◆ **TASK**
When a line of the entries below contains "value", it counts once; state how many such lines there are and nothing else.

[Dataset entries]
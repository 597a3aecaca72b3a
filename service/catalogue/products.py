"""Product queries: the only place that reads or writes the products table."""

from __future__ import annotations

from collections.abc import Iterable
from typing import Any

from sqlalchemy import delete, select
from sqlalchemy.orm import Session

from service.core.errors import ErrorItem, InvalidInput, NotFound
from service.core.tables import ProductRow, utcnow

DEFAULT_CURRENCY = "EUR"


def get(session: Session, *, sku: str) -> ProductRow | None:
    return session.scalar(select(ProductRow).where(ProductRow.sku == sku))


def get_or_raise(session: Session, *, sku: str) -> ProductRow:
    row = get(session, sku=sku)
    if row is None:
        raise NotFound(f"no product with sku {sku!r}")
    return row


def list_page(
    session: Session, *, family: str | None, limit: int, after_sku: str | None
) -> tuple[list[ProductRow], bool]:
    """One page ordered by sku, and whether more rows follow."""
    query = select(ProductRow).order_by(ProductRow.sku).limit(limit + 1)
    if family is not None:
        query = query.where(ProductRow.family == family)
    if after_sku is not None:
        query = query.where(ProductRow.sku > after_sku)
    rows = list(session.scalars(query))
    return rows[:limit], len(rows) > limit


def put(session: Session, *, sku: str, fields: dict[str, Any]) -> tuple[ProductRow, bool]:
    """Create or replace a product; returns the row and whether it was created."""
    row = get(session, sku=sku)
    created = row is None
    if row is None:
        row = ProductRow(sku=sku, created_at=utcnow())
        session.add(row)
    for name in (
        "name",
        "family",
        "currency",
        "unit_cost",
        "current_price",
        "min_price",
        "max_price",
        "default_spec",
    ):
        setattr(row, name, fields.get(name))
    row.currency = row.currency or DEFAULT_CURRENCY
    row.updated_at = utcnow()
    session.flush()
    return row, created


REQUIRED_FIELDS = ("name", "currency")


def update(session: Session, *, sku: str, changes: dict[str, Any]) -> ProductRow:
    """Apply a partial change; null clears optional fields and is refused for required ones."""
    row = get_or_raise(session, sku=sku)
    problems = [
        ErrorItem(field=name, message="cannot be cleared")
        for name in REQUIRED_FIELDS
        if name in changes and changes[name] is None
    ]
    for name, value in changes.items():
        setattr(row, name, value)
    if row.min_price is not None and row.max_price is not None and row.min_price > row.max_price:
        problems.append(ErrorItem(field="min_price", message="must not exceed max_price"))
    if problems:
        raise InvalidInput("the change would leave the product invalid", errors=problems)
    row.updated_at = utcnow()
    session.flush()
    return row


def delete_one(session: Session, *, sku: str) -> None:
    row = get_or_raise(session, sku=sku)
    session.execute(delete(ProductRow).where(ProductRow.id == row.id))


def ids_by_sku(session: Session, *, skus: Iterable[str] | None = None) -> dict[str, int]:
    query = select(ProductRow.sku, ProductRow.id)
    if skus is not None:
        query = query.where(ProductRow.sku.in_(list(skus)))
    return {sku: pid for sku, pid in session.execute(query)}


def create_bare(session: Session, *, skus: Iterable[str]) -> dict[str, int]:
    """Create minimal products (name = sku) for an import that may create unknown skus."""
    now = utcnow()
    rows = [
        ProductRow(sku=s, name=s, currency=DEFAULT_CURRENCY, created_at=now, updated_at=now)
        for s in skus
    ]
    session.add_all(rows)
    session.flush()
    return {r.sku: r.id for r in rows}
---
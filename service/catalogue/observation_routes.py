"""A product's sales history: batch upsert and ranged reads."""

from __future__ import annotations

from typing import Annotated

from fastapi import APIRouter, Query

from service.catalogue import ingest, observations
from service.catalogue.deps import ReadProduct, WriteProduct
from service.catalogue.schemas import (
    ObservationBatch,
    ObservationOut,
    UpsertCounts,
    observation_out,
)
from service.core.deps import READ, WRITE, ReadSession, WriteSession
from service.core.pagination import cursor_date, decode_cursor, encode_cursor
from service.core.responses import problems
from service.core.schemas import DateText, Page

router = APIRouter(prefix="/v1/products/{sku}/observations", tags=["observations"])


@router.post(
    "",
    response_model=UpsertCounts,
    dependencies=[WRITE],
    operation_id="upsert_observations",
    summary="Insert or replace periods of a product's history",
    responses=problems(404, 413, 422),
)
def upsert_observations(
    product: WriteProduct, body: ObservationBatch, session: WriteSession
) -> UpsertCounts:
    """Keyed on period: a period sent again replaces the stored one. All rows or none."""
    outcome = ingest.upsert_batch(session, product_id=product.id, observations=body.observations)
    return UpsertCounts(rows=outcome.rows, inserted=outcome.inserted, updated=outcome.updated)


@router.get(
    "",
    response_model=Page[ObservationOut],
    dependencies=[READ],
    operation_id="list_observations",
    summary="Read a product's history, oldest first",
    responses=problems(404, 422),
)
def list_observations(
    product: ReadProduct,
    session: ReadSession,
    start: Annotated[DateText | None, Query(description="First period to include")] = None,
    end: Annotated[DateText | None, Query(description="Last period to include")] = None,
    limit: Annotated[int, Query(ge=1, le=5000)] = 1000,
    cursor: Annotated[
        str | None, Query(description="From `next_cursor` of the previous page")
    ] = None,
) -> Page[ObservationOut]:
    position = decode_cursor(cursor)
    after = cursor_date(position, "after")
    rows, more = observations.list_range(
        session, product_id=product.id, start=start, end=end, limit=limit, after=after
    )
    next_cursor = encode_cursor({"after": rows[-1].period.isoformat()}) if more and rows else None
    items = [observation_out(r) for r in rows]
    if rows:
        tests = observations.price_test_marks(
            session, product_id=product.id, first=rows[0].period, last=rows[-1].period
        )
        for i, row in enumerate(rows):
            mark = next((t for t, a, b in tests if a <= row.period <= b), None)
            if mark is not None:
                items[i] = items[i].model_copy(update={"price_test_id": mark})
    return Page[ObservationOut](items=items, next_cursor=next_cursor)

◆ **SOLUTION TO THIS TASK**
2